À la fin de la vidéo, il y avait le numéro de Godwin : j’ai décidé de l’appeler et je suis tombé directement sur lui. C’est comme ça que je suis parti au Togo trois semaines après, au départ simplement pour le rencontrer. Godwin m’a présenté ses artisans, sa famille… Nous avons longuement discuté de son artisanat et de tout ce qu’il met en œuvre pour préserver le savoir-faire du tissage à la main, notamment des cours gratuits destinés à des apprentis. Son travail m’a tout de suite parlé, d’autant plus qu’à l’époque je m’intéressais beaucoup à la mode éthique. Je lui ai dit « je te promets de revenir avec un projet solide, sur lequel on travaillera ensemble ».
J’ai par la suite rencontré Raymond, un couturier de Lomé qui transmet lui aussi sa passion aux plus jeunes : je pense qu’il attendait seulement que quelqu’un vienne frapper à sa porte pour s’associer à un nouveau projet. C’est comme ça que nous avons commencé à collaborer.
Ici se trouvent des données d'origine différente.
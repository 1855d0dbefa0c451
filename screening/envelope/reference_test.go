package envelope

import (
	"math"
	"slices"

	"github.com/trussfleet/trussfleet/screening/traffic"
)

// This file is the brute-force reference the exact sweep is tested against: it evaluates a
// train at one placement directly from the definition (sum of P eta(x) over the axles on the
// bridge, integrals of q eta over the parts), with no events, tables or sweeps, and searches
// placements for the extremes by stepping finely and trying every critical position
// (bruteTrain, bruteUniform).

// etaRef is the influence line at p: linear between the points, zero outside, and taking the
// end ordinates at the bearings themselves.
func etaRef(x, eta []float64, p float64) float64 {
	n := len(x)
	if p < x[0] || p > x[n-1] {
		return 0
	}
	for k := 0; k+1 < n; k++ {
		if p <= x[k+1] {
			return eta[k] + (eta[k+1]-eta[k])*(p-x[k])/(x[k+1]-x[k])
		}
	}
	return eta[n-1]
}

// integralRef integrates f(eta) over [a, b], exactly for f = identity or a clip at zero: it
// splits every segment at its zero crossing and uses the trapezoid on each straight piece.
func integralRef(x, eta []float64, a, b float64, f func(float64) float64) float64 {
	a, b = max(a, x[0]), min(b, x[len(x)-1])
	if !(a < b) {
		return 0
	}
	pts := []float64{a, b}
	for k := range x {
		if x[k] > a && x[k] < b {
			pts = append(pts, x[k])
		}
		if k+1 < len(x) {
			if xc, ok := crossing(x, eta, k); ok && xc > a && xc < b {
				pts = append(pts, xc)
			}
		}
	}
	slices.Sort(pts)
	s := 0.0
	for k := 0; k+1 < len(pts); k++ {
		p, q := pts[k], pts[k+1]
		// inner points avoid the jumps at the bearings
		ep, eq := etaInside(x, eta, p), etaInside(x, eta, q)
		s += (f(ep) + f(eq)) / 2 * (q - p)
	}
	return s
}

// crossing is where the line crosses zero inside segment k (between x[k] and x[k+1]), if it
// does.
func crossing(x, eta []float64, k int) (float64, bool) {
	if !(eta[k]*eta[k+1] < 0) {
		return 0, false
	}
	return x[k] + (x[k+1]-x[k])*eta[k]/(eta[k]-eta[k+1]), true
}

// zeroCrossings are the line's zero crossings inside its segments, from left to right.
func zeroCrossings(x, eta []float64) []float64 {
	var out []float64
	for k := 0; k+1 < len(x); k++ {
		if xc, ok := crossing(x, eta, k); ok {
			out = append(out, xc)
		}
	}
	return out
}

func etaInside(x, eta []float64, p float64) float64 {
	return etaRef(x, eta, min(max(p, x[0]), x[len(x)-1]))
}

func identity(v float64) float64 { return v }

// placedRef is one placement: direction, position of the front, vehicles in the last group,
// length of a part cut at the unfavourable length.
type placedRef struct {
	dir      Direction
	head     float64
	count    int
	trailing float64
}

// placedAt is a reported placement as the reference takes it.
func placedAt(p Placement) placedRef {
	return placedRef{p.Direction, p.HeadM, p.Count, p.TrailingM}
}

// responseRef is the member force at a placement for the given sense (+1 tension, -1
// compression; it decides only where parts applied where unfavourable act).
func responseRef(x, eta []float64, t *traffic.Train, p placedRef, sense float64) float64 {
	// pos maps a distance d behind the front to a bridge coordinate.
	pos := func(d float64) float64 {
		if p.dir == RightToLeft {
			return p.head + d
		}
		return p.head - d
	}
	span := func(d1, d2 float64) (float64, float64) {
		a, b := pos(d1), pos(d2)
		return min(a, b), max(a, b)
	}
	v := 0.0
	if len(t.Consist) > 0 {
		for _, a := range t.Axles(p.count) {
			v += a.LoadKN * etaRef(x, eta, pos(a.AtM))
		}
	}
	for _, part := range t.Parts {
		d1, d2 := part.FromM, part.ToM
		switch part.Mode {
		case traffic.CutUnfavourable:
			d2 = d1 + p.trailing
		}
		// Only the distances behind the front that can stand on the bridge matter (a metre's
		// margin): infinite extents are cut there, and a part wholly off the bridge adds none.
		dLo, dHi := p.head-x[len(x)-1], p.head-x[0]
		if p.dir == RightToLeft {
			dLo, dHi = x[0]-p.head, x[len(x)-1]-p.head
		}
		d1, d2 = max(d1, dLo-1), min(d2, dHi+1)
		if d1 >= d2 {
			continue
		}
		a, b := span(d1, d2)
		f := identity
		if part.Mode == traffic.WhereUnfavourable {
			f = func(e float64) float64 {
				if e*sense > 0 {
					return e
				}
				return 0
			}
		}
		v += part.QKNPerM * integralRef(x, eta, a, b, f)
	}
	return v
}

// bruteTrain is the reference extreme: every direction and count, the front stepped finely
// over the whole crossing and also put (and put just beside) wherever an item stands over a
// vertex, with a cut part tried at every length that ends on a vertex or zero crossing and at
// stepped lengths.
func bruteTrain(x, eta []float64, tr *traffic.Train, sense float64) float64 {
	x0, xl := x[0], x[len(x)-1]
	best := 0.0
	lo, hi := 1, 1
	if n := len(tr.Consist); n > 0 {
		lo, hi = tr.Consist[n-1].Min, tr.Consist[n-1].Max
	}
	verts := append(slices.Clone(x), zeroCrossings(x, eta)...)
	for count := lo; count <= hi; count++ {
		var ds []float64
		reach := 0.0
		if len(tr.Consist) > 0 {
			for _, a := range tr.Axles(count) {
				ds = append(ds, a.AtM)
			}
			reach = tr.LengthM(count)
		}
		var cut *traffic.Part
		for i, p := range tr.Parts {
			for _, d := range []float64{p.FromM, p.ToM} {
				if !math.IsInf(d, 0) {
					ds = append(ds, d)
					reach = max(reach, d)
				}
			}
			if p.Mode == traffic.CutUnfavourable {
				cut = &tr.Parts[i]
			}
		}
		for _, dir := range []Direction{LeftToRight, RightToLeft} {
			var heads []float64
			for _, d := range ds {
				for _, v := range x {
					h := v + d
					if dir == RightToLeft {
						h = v - d
					}
					heads = append(heads, h, h-1e-7, h+1e-7)
				}
			}
			start, end := x0-2, xl+reach+2
			if dir == RightToLeft {
				start, end = x0-reach-2, xl+2
			}
			for k := 0; k <= 300; k++ {
				heads = append(heads, start+(end-start)*float64(k)/300)
			}
			for _, h := range heads {
				trails := []float64{0}
				if cut != nil {
					z := h - cut.FromM
					if dir == RightToLeft {
						z = h + cut.FromM
					}
					for _, y := range verts {
						trails = append(trails, math.Abs(z-y))
					}
					for k := 1; k <= 20; k++ {
						trails = append(trails, (xl-x0+math.Abs(z))*float64(k)/20)
					}
				}
				for _, tl := range trails {
					v := sense * responseRef(x, eta, tr, placedRef{dir, h, count, tl}, sense)
					best = max(best, v)
				}
			}
		}
	}
	return sense * best
}

// bruteUniform is the reference for a uniform load of variable length: every feasible
// interval with ends on a fine grid, on the vertices or on the zero crossings.
func bruteUniform(x, eta []float64, u traffic.Uniform, sense float64) float64 {
	x0, xl := x[0], x[len(x)-1]
	pts := slices.Clone(x)
	for k := 0; k <= 120; k++ {
		pts = append(pts, x0+(xl-x0)*float64(k)/120)
	}
	pts = append(pts, zeroCrossings(x, eta)...)
	// intervals of exactly the bounding lengths from every point
	n := len(pts)
	for _, L := range []float64{u.MinM, u.MaxM} {
		for _, p := range pts[:n] {
			if !math.IsInf(L, 0) {
				pts = append(pts, p+L, p-L)
			}
		}
	}
	best := 0.0
	for _, a := range pts {
		for _, b := range pts {
			a, b := max(a, x0), min(b, xl)
			l := b - a
			if l <= 0 || l > u.MaxM+1e-9 || (l < u.MinM-1e-9 && a > x0 && b < xl) {
				continue
			}
			best = max(best, sense*u.QKNPerM*integralRef(x, eta, a, b, identity))
		}
	}
	return sense * best
}

// placementGives reports whether placement p reproduces value within tol, by responseRef: at
// p itself or, failing that, at the precision a placement is given to. That is, with the head
// moved 2e-9 of the span either way: a limit at a jump of the line stands 1e-9 of the span off
// it, and a position where axles arrive and leave at once is turned into the truss's
// coordinates with rounding, which can leave an axle a rounding's width off the bearing it
// stands on. Or with the bearings moved out by rounding (1e-12 of the lengths involved): the
// sweep takes positions equal in floating point as one, so where the span is a multiple of an
// axle spacing to within rounding, an axle arriving and one leaving stand on the bridge
// together (the larger force, on the safe side).
func placementGives(x, eta []float64, t *traffic.Train, p Placement, sense, value, tol float64) (float64, bool) {
	got := responseRef(x, eta, t, placedAt(p), sense)
	if math.Abs(got-value) <= tol {
		return got, true
	}
	span := x[len(x)-1] - x[0]
	d := 2e-9 * max(1, span)
	for _, h := range []float64{p.HeadM - d, p.HeadM + d} {
		q := placedAt(p)
		q.head = h
		if math.Abs(responseRef(x, eta, t, q, sense)-value) <= tol {
			return got, true
		}
	}
	// A limit at a jump is the value approached as the head nears the jump from the side the
	// placement stands on, up to 1e-9 of the span away: where the force is steep, the value
	// at the placement differs from it by the slope times that. Heads nearer the jump, in
	// steps of 1e-10 of the span, approach the limit.
	for k := -9; k <= 9; k++ {
		q := placedAt(p)
		q.head = p.HeadM + float64(k)*1e-10*max(1, span)
		if k != 0 && math.Abs(responseRef(x, eta, t, q, sense)-value) <= tol {
			return got, true
		}
	}
	r := 1e-12 * max(1, span, math.Abs(x[0]), math.Abs(x[len(x)-1]), math.Abs(p.HeadM))
	wide := slices.Clone(x)
	wide[0] -= r
	wide[len(wide)-1] += r
	if math.Abs(responseRef(wide, eta, t, placedAt(p), sense)-value) <= tol {
		return got, true
	}
	return got, false
}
À mon retour, j’ai d’abord bossé sur un projet de revente en ligne de vêtements africains entre particuliers. J’ai finalement décidé d’arrêter pour concrétiser une idée que j’avais en tête depuis longtemps : la création d’une marque d’accessoires.
« C’est comme ça que je suis parti au Togo trois semaines après pour le rencontrer. Godwin m’a présenté ses artisans, sa famille… Nous avons longuement discuté de son artisanat et de tout ce qu’il met en œuvre pour préserver le savoir-faire du tissage à la main, notamment des cours gratuits destinés à des apprentis Son travail m’a tout de suite parlé […] Je lui ai dit « je te promets de revenir avec un projet solide, sur lequel on travaillera ensemble ». »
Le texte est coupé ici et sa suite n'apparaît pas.